I agree with you that a more effective short-term stimulus would have focused on low-income tax cuts and state fiscal relief. Too bad we weren’t in charge.

I don’t agree, though, that the tax cuts will have a “benign long-term effect on growth by creating more incentives for savings and investment.” The long-term effect of the Bush tax changes will be to reduce national saving and investment, not increase it.

The reason is simple: National saving is the sum of private saving and public saving. Public saving falls when the budget deficit increases. Although the tax cuts may boost private saving modestly, that effect will be dominated by the increase in the budget deficit. As a result, national saving as a whole will decline. Unless you believe that private saving will increase by enough to offset the net increase in the deficit–an entirely implausible assumption in my opinion–the effect on national saving must be negative.

The decline in national saving is problematic in the long term because saving finances investment–so less saving means less investment. (Technically, a reduction in national saving must reduce either domestic investment or net investment abroad or some combination thereof. Regardless of the mix, we as Americans will not accumulate as much capital over time.) Less investment then means lower future national income, relative to what it would otherwise have been.

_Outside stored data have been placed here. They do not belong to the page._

"""How a command ends: exit codes, the two consoles, and errors told without a traceback."""

import os
import sys
from collections.abc import Iterator
from contextlib import contextmanager
from typing import TYPE_CHECKING, Any

import typer

if TYPE_CHECKING:
    from rich.console import Console

    from fem.errors import Problem

DONE = VOUCHED = 0
OPEN = 1
BAD_INPUT = 2
INTERRUPTED = 3
BUG = 70
"""EX_SOFTWARE of BSD's sysexits.h: a fault of ours is never taken for a standing."""

EXIT_CODES = """\b
Exit codes
   0  vouched, also where a limit is vouched to be not met: read the verdict
      in the table or in --json; check, look, export, stock: done
   1  open (the reasons are told); look: the work did not finish
   2  bad input, or a file or folder that cannot be read or written
   3  interrupted by Ctrl-C
  70  a fault of this program, with its trace
 141  what the shell says where the reader of the output (head) left early"""


def ending(*examples: str) -> str:
    """Return what stands at the end of a command's help: its examples, one a line, and the exit codes."""
    return "\n".join(("\b", "Examples", *(f"  heatvouch {example}" for example in examples))) + f"\n\n{EXIT_CODES}"


AS_IT_IS: dict[str, Any] = {"markup": False, "emoji": False, "highlight": False}
"""Of every console: names and titles are the user's own, and nothing in them is an instruction to the screen."""
PIPE_WIDTH = 120
"""Characters a line where the output is no terminal and COLUMNS does not say."""


def out() -> "Console":
    """Return the console of results."""
    return _console(error=False)


def err() -> "Console":
    """Return the console of progress and messages."""
    return _console(error=True)


def _console(*, error: bool) -> "Console":
    from rich.console import Console

    terminal = (sys.stderr if error else sys.stdout).isatty()
    width = None if terminal or "COLUMNS" in os.environ else PIPE_WIDTH
    return Console(stderr=error, width=width, **AS_IT_IS)


def say(text: str) -> None:
    """Print one message on the error stream, as it is."""
    err().print(text, soft_wrap=True)


def tell(text: str) -> None:
    """Print one line on the output, as it is."""
    out().print(text, soft_wrap=True)


def put_json(content: dict[str, Any]) -> None:
    """Print plain data as strict JSON on the output."""
    from fem.results.plain_json import as_json

    sys.stdout.write(as_json(content) + "\n")


@contextmanager
def answering(*, as_json: bool) -> Iterator[None]:
    """Turn every error that is not our bug into a message and an exit code."""
    from fem.errors import DocketError, HeatvouchError

    try:
        yield
    except DocketError as error:
        if as_json:
            put_json({"problems": [vars(problem) for problem in error.problems]})
        _tell_problems(error.problems)
        raise typer.Exit(BAD_INPUT) from None
    except HeatvouchError as error:
        if as_json:
            put_json({"error": str(error)})
        say(str(error))
        raise typer.Exit(BAD_INPUT) from None
    except KeyboardInterrupt:
        say("aborted; nothing of this work was kept")
        raise typer.Exit(INTERRUPTED) from None


def _tell_problems(problems: "tuple[Problem, ...]") -> None:
    many = len(problems) != 1
    say(f"{len(problems)} problem{'s' if many else ''}; nothing was computed.")
    for number, problem in enumerate(problems, start=1):
        where = ": ".join(part for part in (problem.file, problem.place) if part)
        say(f"\n{number}. {where}")
        rows = (("found", problem.value), ("at", problem.at), ("allowed", problem.allowed), ("to mend", problem.hint))
        for name, text in rows:
            if text:
                say(f"   {name:8} {text}")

But don’t just take my word for it. The Congressional Budget Office recently concluded that “the tax legislation will probably have a net negative effect on saving, investment, and capital accumulation over the next 10 years.” The Joint Committee on Taxation similarly concluded that “eventually the effects of the increasing deficit will outweigh the positive effects of the tax policy.” And in case you’re worried about bias at CBO and JCT, note that the directors of both agencies were appointed by the current House and Senate leadership.